Transformations in ArnoldiMethod.jl

I have a question about the documentation of “transformations” (i.e., multiplying the inverse of a matrix times a vector without explicitly forming the inverse) in ArnoldiMethod.jl, although I think the topic is of broader interest than just this package.

From the documentation:

using ArnoldiMethod, LinearAlgebra, LinearMaps

# Define a matrix whose eigenvalues you want
A = rand(100,100)

# Factorizes A and builds a linear map that applies inv(A) to a vector.
function construct_linear_map(A)
    F = factorize(A)
    LinearMap{eltype(A)}((y, x) -> ldiv!(y, F, x), size(A,1), ismutating=true)
end

# Target the largest eigenvalues of the inverted problem
decomp, = partialschur(construct_linear_map(A), nev=4, tol=1e-5, restarts=100, which=LM())
λs_inv, X = partialeigen(decomp)

However, I would replace the definition of construct_linear_map and the call to partial_schur with the somewhat simpler

F = factorize(A)
linearmap = LinearMap{eltype(A)}((y, x) -> ldiv!(y, F, x), size(A,1), ismutating=true)
decomp, = partialschur(linearmap, nev=4, tol=1e-5, restarts=100, which=LM())

The example for a generalized eigenvalue problem is more complicated:

using ArnoldiMethod, LinearAlgebra, LinearMaps

# Define the matrices of the generalized eigenvalue problem
A, B = rand(100,100), rand(100,100)

struct ShiftAndInvert{TA,TB,TT}
    A_lu::TA
    B::TB
    temp::TT
end

function (M::ShiftAndInvert)(y,x)
    mul!(M.temp, M.B, x)
    ldiv!(y, M.A_lu, M.temp)
end

function construct_linear_map(A,B)
    a = ShiftAndInvert(factorize(A),B,Vector{eltype(A)}(undef, size(A,1)))
    LinearMap{eltype(A)}(a, size(A,1), ismutating=true)
end

# Target the largest eigenvalues of the inverted problem
decomp,  = partialschur(construct_linear_map(A, B), nev=4, tol=1e-5, restarts=100, which=LM())
λs_inv, X = partialeigen(decomp)

I would simplify this code by replacing the definitions of ShiftAndInvert and construct_linear_map and the call to partialschur with

F = factorize(A)
linearmap = LinearMap{eltype(A)}((y, x) -> ldiv!(y, F, B * x), size(A,1), ismutating=true)
decomp, = partialschur(linearmap, nev=4, tol=1e-5, restarts=100, which=LM())

When I use my approach in my own work (full disclosure: not these eigenvalue problems specifically), it seems to work fine (e.g., @code_warntype doesn’t report any type instabilities). So why what appears to me more complicated code?

Welcome to the discourse :slight_smile:

In the first example, I don’t understand why you say that your version is simpler. To me the code does the very same thing, except that defining a function to construct the LinearMap has two advantages:

  1. You don’t need to recall all the things you put into the LinearMap everytime you want to find some eigenvalues of a matrix
  2. Your solution should be a bit slower if it lives in global scope since you repeatedly access F and that is slow. If it lives inside a larger function and you override F later, you could still run into performance issues due to captured variables. Which is much more unlikely if it is wrapped up like in the example code.
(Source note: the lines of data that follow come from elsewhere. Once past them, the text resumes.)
import type { SunDirection } from './conventions';
import type { Layout, Place, Plot, Posture, TrackerModel } from './document';
import { groundHeightM } from './geometry/ground';
import { prepareSkyline, sunHidden, type PreparedSkyline } from './geometry/skyline';
import { terrainHorizons, type TerrainHorizons } from './geometry/terrain-horizon';
import { aimOf, type Aim } from './machine/aim';
import { centreOffset } from './machine/pose';
import { ShadeEngine } from './shade/engine';
import type { TableGroup } from './shade/table-group';
import { obstacleSolids } from './shade/obstacle-solids';

/** A layout on its plot, ready to be asked for shade again and again. Make it once and reuse it between calls. */
export interface Field {
	readonly place: Place;
	readonly plot: Plot;
	readonly layout: Layout;
	readonly treeYears: number;
	readonly skyline: PreparedSkyline;
	/** Model of each tracker, in layout order. */
	readonly models: readonly TrackerModel[];
	readonly engine: ShadeEngine;
	/** Near skylines of measured ground by tracker; null on level and sloping planes. */
	readonly horizons: TerrainHorizons | null;
}

export interface FieldInput {
	place: Place;
	plot: Plot;
	layout: Layout;
	/** Years that the trees have grown since the plot was recorded. */
	treeYears?: number;
}

/** What throws and takes the shade: glass takes it, glass and frame margin throw it; the slot in the middle is clear. */
export function tableGroup(model: TrackerModel, posture: Posture): TableGroup {
	const sun: SunDirection = { azimuthDeg: 0, elevationDeg: 0 };
	const stands = posture.kind === 'standing' || posture.kind === 'night';
	const fixedAim = stands ? aimOf(model, posture, sun) : null;
	const still = fixedAim ? { ...fixedAim, offset: centreOffset(model, fixedAim) } : null;
	const aimAt = (azimuthDeg: number, elevationDeg: number): Aim => {
		if (still) return still;
		sun.azimuthDeg = azimuthDeg;
		sun.elevationDeg = elevationDeg;
		return aimOf(model, posture, sun);
	};
	return {
		halfWidth: model.widthM / 2,
		halfHeight: model.heightM / 2,
		steelHalfWidth: model.widthM / 2 + model.frameMarginM,
		steelHalfHeight: model.heightM / 2 + model.frameMarginM,
		halfGap: Math.max(0, Math.min(model.centreGapM, model.widthM)) / 2,
		offsetReach: Math.abs(model.tiltAxisOffsetM) + Math.hypot(model.tableOffsetM, model.centreShiftM),
		aimAt,
		poseAt(azimuthDeg, elevationDeg) {
			if (still) return still;
			const aim = aimAt(azimuthDeg, elevationDeg);
			return { ...aim, offset: centreOffset(model, aim) };
		}
	};
}

const postureKey = (posture: Posture): string =>
	posture.kind === 'standing' ? `standing ${posture.azimuthDeg} ${posture.tiltDeg}` : posture.kind;

/**
 * Prepares a field: feet and obstacles on the ground, near skylines where the ground was measured. Throws only when a tracker names a model
 * that the layout does not hold, which is a programmer's mistake: layouts are checked where they come in.
 */
export function prepareField(input: FieldInput): Field {
	const { place, plot, layout } = input;
	const treeYears = input.treeYears ?? 0;
	const byId = new Map(layout.models.map((model) => [model.id, model]));
	const count = layout.trackers.length;
	const east = new Float64Array(count);
	const north = new Float64Array(count);
	const up = new Float64Array(count);
	const groupOf = new Int32Array(count);
	const groups: TableGroup[] = [];
	const groupIndex = new Map<string, number>();
	const models: TrackerModel[] = [];
	layout.trackers.forEach((tracker, i) => {
		const model = byId.get(tracker.modelId);
		if (!model)
			throw new Error(`Tracker ${tracker.tag} uses the model ${tracker.modelId}, which is not in its layout`);
		models.push(model);
		east[i] = tracker.eastM;
		north[i] = tracker.northM;
		up[i] =
			groundHeightM(plot.ground, tracker.eastM, tracker.northM) + (tracker.axisHeightM ?? model.axisHeightM);
		const key = `${model.id}\n${postureKey(tracker.posture)}`;
		let group = groupIndex.get(key);
		if (group === undefined) {
			group = groups.length;
			groupIndex.set(key, group);
			groups.push(tableGroup(model, tracker.posture));
		}
		groupOf[i] = group;
	});
	const site = {
		groundAt: (eastM: number, northM: number) => groundHeightM(plot.ground, eastM, northM),
		treeYears,
		latitudeDeg: place.latitudeDeg
	};
	const solids = plot.obstacles.flatMap((obstacle, k) => obstacleSolids(obstacle, site, k));
	const horizons = terrainHorizons(plot.ground, east, north, up);
	return {
		place,
		plot,
		layout,
		treeYears,
		skyline: prepareSkyline(plot.skyline),
		models,
		horizons,
		engine: new ShadeEngine(east, north, up, groupOf, groups, solids, horizons)
	};
}

/** The same field with one tracker elsewhere; metres. Much cheaper than preparing it again, and leaves `field` as it is. */
export function moveTracker(field: Field, index: number, eastM: number, northM: number): Field {
	const { engine, plot, layout, models } = field;
	const east = engine.east.slice();
	const north = engine.north.slice();
	const up = engine.up.slice();
	const tracker = { ...layout.trackers[index], eastM, northM };
	east[index] = eastM;
	north[index] = northM;
	up[index] = groundHeightM(plot.ground, eastM, northM) + (tracker.axisHeightM ?? models[index].axisHeightM);
	const trackers = layout.trackers.slice();
	trackers[index] = tracker;
	const horizons = field.horizons?.moved(index, east, north, up) ?? null;
	return {
		...field,
		layout: { ...layout, trackers },
		horizons,
		engine: new ShadeEngine(east, north, up, engine.groupOf, engine.groups, engine.solids, horizons)
	};
}

/** True when the skyline or the horizon hides this apparent sun from the plot. */
export function fieldSunHidden(field: Field, sun: SunDirection): boolean {
	return sunHidden(field.skyline, sun.azimuthDeg, sun.elevationDeg);
}

/**
 * Shaded share of every table under one apparent sun, 0..1 in layout order; 1 where the front is not lit and
 * everywhere while the skyline or the horizon hides the sun. Exact (areas of polygons). Trees stand as on `dayOfYear`
 * (1..366) where it is given, else as on the day the engine was last turned to.
 */
export function fieldShade(field: Field, sun: SunDirection, dayOfYear?: number): Float64Array {
	const { engine } = field;
	if (dayOfYear !== undefined) engine.setDay(dayOfYear);
	const shares = new Float64Array(engine.count);
	if (fieldSunHidden(field, sun)) return shares.fill(1);
	engine.setSun(sun.azimuthDeg, sun.elevationDeg);
	engine.shares(shares);
	return shares;
}

/** Light that a crown must let through for the glass under it to be drawn as lit, and a sensor to count as lit. */
export const LIT_UNDER_CROWN = 0.5;

/**
 * The lit part of every table, for drawing: [tracker][piece] is a flat convex polygon [x0, y0, x1, y1, ..] in table
 * coordinates, x to the right seen facing the glass, y up the slope, metres from the middle. Glass under a crown
 * counts as lit when at least half of the beam passes.
 */
export function fieldLitPieces(field: Field, sun: SunDirection, dayOfYear?: number): number[][][] {
	const { engine } = field;
	if (dayOfYear !== undefined) engine.setDay(dayOfYear);
	if (fieldSunHidden(field, sun)) return Array.from({ length: engine.count }, () => []);
	engine.setSun(sun.azimuthDeg, sun.elevationDeg);
	return Array.from({ length: engine.count }, (_, i) => engine.litPolygons(i, LIT_UNDER_CROWN));
}

export interface TrackerPose {
	/** Middle of the glass, local frame, metres. */
	centre: [number, number, number];
	azimuthDeg: number;
	tiltDeg: number;
	/** Glass, metres. */
	widthM: number;
	heightM: number;
}

/** Where every table stands and points under one apparent sun, in layout order; at night they rest at night. */
export function trackerPoses(field: Field, sun: SunDirection): TrackerPose[] {
	const { engine, models } = field;
	engine.setSun(sun.azimuthDeg, sun.elevationDeg, false);
	return models.map((model, i) => {
		const pose = engine.poses[engine.groupOf[i]];
		return {
			centre: engine.centre(i),
			azimuthDeg: pose.azimuthDeg,
			tiltDeg: pose.tiltDeg,
			widthM: model.widthM,
			heightM: model.heightM
		};
	});
}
Your second solution has the same “maybe-problems” with repeated access to F and B and on top of that causes allocations on every application of the LinearMap because B*x allocates a new vector. The example avoids that by preallocating some memory and using it to store the result of the multiplication with mul!.

You are of course right, that there are different way of achieving the same thing and what is “easiest” or “more complicated” might not be the same for everyone. To me both codes read quite clear. The example code just tied up the logic into a type and neat construction function for the LinearMap. E.g. you can have the same thing without a struct:

linearmap = let F = factorize(A), 
    B = B, # to avoid performance issues from captured variables
    temp = Vector{eltype(A)}(undef, size(A,1)
    LinearMap{eltype(A)}((y, x) -> ldiv!(y, F, mul!(temp, B, x)), size(A,1), ismutating=true)
end
decomp, = partialschur(linearmap, nev=4, tol=1e-5, restarts=100, which=LM())

Thanks for the welcome!

All your points are good. For what it’s worth, I thought there might be a global scope/capture variable issue, but in my own code all of this is buried in a function and @code_warntype seemed happy. What I didn’t realize, though, that B*x allocates; thanks for pointing that out.